Group Purchasing Arrangements

  • HealthPass allows small businesses (2-50 employees), with an active address in the New York City area, to provide a choice of over 25 health insurance options offered by 6 carriers to their employees.  The employer determines their level of contribution and 75 percent of eligible employees must join HealthPass. 
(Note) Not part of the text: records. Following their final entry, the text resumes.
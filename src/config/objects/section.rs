//! `[[section]]`: a cross-section with its ground line, pool and tail levels, toe and
//! piezometers; its `[section.model]` is `config::section_model`'s.
//!
//! Owns the section keys and the shape of the ground line.

use serde::Deserialize;

use super::values::Reader;
use super::{id_of, Read, Site, Tolerance, Want};
use crate::config::de::{self, Later, Nested, Num, Text};
use crate::config::model::{Object, Section};
use crate::config::problem::Cx;
use crate::config::reader::finite;

/// A `[[section]]` table as written.
#[derive(Deserialize, Default)]
struct Raw {
    id: Option<Text>,
    #[allow(dead_code)] // read element by element (`Tbl::array`)
    ground: Option<Later>,
    pool_gauge: Option<Text>,
    tail_gauge: Option<Text>,
    tail_level: Option<Num>,
    toe_station: Option<Num>,
    #[allow(dead_code)] // read element by element (`Tbl::array`)
    piezometers: Option<Later>,
    tolerance_s: Tolerance,
    model: Option<Nested>,
}

pub(super) fn read(cx: &mut Cx<'_>, r: &mut Reader<'_>, site: &Site<'_>) -> Read {
    let raw: Raw = de::table(cx, &r.t).unwrap_or_default();
    let id = id_of(&raw.id);
    let ground = ground(cx, r);
    let pool_gauge = r.reference(cx, "pool_gauge", raw.pool_gauge, true, Want::StageGauge);
    let tail = r.level(
        cx,
        ("tail_gauge", raw.tail_gauge),
        ("tail_level", raw.tail_level),
        false,
    );
    let toe = r.length(cx, "toe_station", raw.toe_station, true);
    if let (Some(g), Some(toe)) = (&ground, toe) {
        let (first, last) = (g[0].0, g[g.len() - 1].0);
        if toe < first || toe > last {
            r.t.problem_at(
                cx,
                "toe_station",
                format!(
                    "key \"toe_station\" is {}, expected a station within the ground line ({} to {})",
                    toe / r.m,
                    first / r.m,
                    last / r.m
                ),
            );
        }
    }
    let piezometers = r.references(
        cx,
        "piezometers",
        1,
        "piezometer",
        Want::StationedPiezometer,
    );
    let model = if raw.model.is_some() {
        let what = r.t.what.clone();
        crate::config::section_model::read(cx, &id, &what, r.m, tail.is_some())
    } else {
        None
    };
    let object = (|| {
        Some(Object::Section(Section {
            model,
            id,
            site: site.id.to_string(),
            ground: ground?,
            pool_gauge: pool_gauge?,
            tail,
            toe_station_m: toe?,
            piezometers: piezometers?,
            tolerance_s: 0,
        }))
    })();
    Read {
        id: raw.id,
        tolerance_s: raw.tolerance_s,
        object,
    }
}

/// `ground`: at least three `[station, elevation]` points, stations strictly increasing; metres.
fn ground(cx: &mut Cx<'_>, r: &Reader<'_>) -> Option<Vec<(f64, f64)>> {
    let points = r.t.array(
        cx,
        "ground",
        true,
        (
            "an array of [station, elevation] points",
            "[station, elevation] (two finite numbers)",
        ),
        |v| {
            let a = v.as_array()?;
            match (
                a.len(),
                a.get(0).and_then(finite),
                a.get(1).and_then(finite),
            ) {
                (2, Some(s), Some(z)) => Some((s, z)),
                _ => None,
            }
        },
    )?;
    if points.len() < 3 {
        r.t.problem_at(
            cx,
            "ground",
            format!(
                "key \"ground\" has {} point(s), expected at least 3 [station, elevation] points",
                points.len()
            ),
        );
        return None;
    }
    let mut ok = true;
    for i in 1..points.len() {
        let ((s0, _), _) = points[i - 1];
        let ((s1, _), span) = &points[i];
        let s1 = *s1;
        if s1 <= s0 {
            cx.at(
                span.clone().or_else(|| r.t.value_span("ground")),
                format!(
                    "{}: key \"ground\" point {} has station {s1} after {s0}; expected stations strictly increasing (upstream to downstream)",
                    r.t.what,
                    i + 1
                ),
            );
            ok = false;
        }
    }
    let m = r.m;
    ok.then(|| {
        points
            .into_iter()
            .map(|((s, z), _)| (s * m, z * m))
            .collect()
    })
}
    LIA Health Alliance is health purchasing cooperative that allows small businesses (2-50 employees) and sole proprietors, located in the greater New York City area, to offer employees to select health insurance from 5 carriers. 

State Specific Strategies

  • In August 2007, the state approved the budget for an expansion of Child Health Plus (CHPlus) to children in families with incomes up to 400 percent of the federal poverty level (FPL) - the previous eligibility level was 250 percent FPL.  Federal matching funds for the CHPlus expansion was denied by CMS on the basis of the “August 17 directive,” which stated that the federal government would not provide matching funds for expanding coverage to children unless certain criteria were met.  New York was deemed out of compliance.  In April, 2008 the New York governor signed legislation to expand CHPlus up to 400 percent of FPL using state funds.  That expansion took effect September 1, 2008.  Children receive free coverage up to 160 percent of FPL, then there are monthly premiums assessed on a sliding scale basis up to 400 percent of FPL. Families with incomes higher than 400 percent can then buy into the program at full cost.